Add instruction encoding entries to drmemtrace
Today, the drmemtrace format does not include instruction encodings or even opcodes beyond identifying branch types. This is sufficient for functional cache simulation, as in drcachesim, but for core simulation the operand dependencies and ideally the opcodes are needed. The solution today is to preserve the application binaries for the executable and libraries, with support for mapping them in during trace analysis in order to decode the instructions (using the same support built for post-processing offline traces). Adding the encodings into the trace proper would make the trace self-contained. It is also the simplest solution for supporting dynamically-generated code that has no binary to query later: https://github.com/DynamoRIO/dynamorio/issues/2062#issuecomment-985707479
Noting two use cases which could be handled differently:
- DGC code where there is no binary: in this case the opcodes need to be traced at runtime
- Using traces collected on Windows on Linux in which case the Windows binaries cannot be parsed on Linux: in this case the opcodes may be inserted during raw2trace conversion
Including the instruction encodings would increase trace files sizes by an estimated 75%. One option to reduce that is to only include the encoding once for the first dynamic instance of a static instruction (applying only to unchanging library code, or possibly to jitted code through analysis). This could complicate skipping part of the trace as in the proposed feature #5538 but we already have precedent for once-only information in physical address markers (#4014) and could solve by re-emitting every so often.

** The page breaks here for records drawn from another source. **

"""Take a backup back, with its outbox paused before anybody can see it.

What was on its way when the backup was taken may have been done since, in the world that is given
up: a person looks first, then resumes.
"""

from dataclasses import dataclass
from pathlib import Path

from django.db import connection

from labplan.base import clock, outbox
from labplan.operations import restore_postgresql, restore_sqlite
from labplan.operations.errors import OperationRefused
from labplan.operations.files import Progress
from labplan.operations.state import Health, check_health, make_tables


@dataclass(frozen=True)
class Restored:
    """What is in place now."""

    health: Health
    recalled: int  # messages that were on their way in the backup
    kept_as: Path | None  # the file that was there before


def restore_backup(
    path: Path, *, replace: bool = False, with_faults: bool = False, progress: Progress
) -> Restored:
    """Put the backup in the place of the database, paused.

    Raises OperationRefused. On SQLite nothing is changed then. On PostgreSQL the database must be
    empty; only a backup that turns out to be faulty when it is in there stays, paused.
    """
    if connection.vendor == "postgresql":
        return _into_postgresql(path, replace=replace, with_faults=with_faults)
    with restore_sqlite.draft_of(path, replace=replace, progress=progress) as draft:
        with restore_sqlite.working_on_file(draft):
            health, recalled = _settle_in(path)
        if health.faults and not with_faults:
            raise OperationRefused(_tell_faults(path, health) + " Nothing was changed.")
        kept_as = restore_sqlite.install(draft)
    return Restored(health, recalled, kept_as)


def _into_postgresql(path: Path, *, replace: bool, with_faults: bool) -> Restored:
    if replace:
        raise OperationRefused(
            "--replace is for SQLite: make a new, empty database and name it in DATABASE_URL."
        )
    restore_postgresql.load(path, pause=lambda: outbox.pause(reason_of(path)))
    health, recalled = _settle_in(path)
    if health.faults and not with_faults:
        raise OperationRefused(
            _tell_faults(path, health) + " The database holds it now; its outbox stays paused."
        )
    return Restored(health, recalled, None)


def _settle_in(path: Path) -> tuple[Health, int]:
    """Everything that must be done before the restored database is used, on the default one."""
    make_tables()
    outbox.pause(reason_of(path))
    recalled = outbox.recall_sent()
    return check_health(), recalled


def reason_of(path: Path) -> str:
    """What stands in the pause, 160 characters at most."""
    return f"restored {clock.now():%Y-%m-%d %H:%M} UTC from {path.name[-100:]}"


def _tell_faults(path: Path, health: Health) -> str:
    shown = "\n  ".join(health.faults[:10])
    return f"{path} has {len(health.faults)} fault(s):\n  {shown}\n"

There are actually a couple of unfinished things:
- Add a way for tools to know when to invalidate cached decodings
- Add encodings to online traces, but under an option since the extra trace_entry_t records affect overhead there
- Add encoding entry count to basic_counts
- Update https://github.com/DynamoRIO/drmemtrace_samples
- Add AArch32 support (Arm vs Thumb LSB pieces are missing)
Pretty much everything is done except the initial online encoding solution is imperfect:
// TODO i#5520: Currently we emit the encoding again for every dynamic instance
// of an instruction. We should record which we've emitted and avoid duplicate
// instances (the reader caches prior encodings). For offline we do this
// separately per thread, which makes knowing when code has changed complex as
// any per-thread structures would need a global walk across them on a fragment
// deletion event. For online, however, we may be able to emit just once globally
// if the reader is always interleaving all threads: but while that simplifies
// invalidation/code changes it requires global locks to update the structure.
// Since encodings are off by default we leave it as emitting every time
// with corresponding extra overhead for now.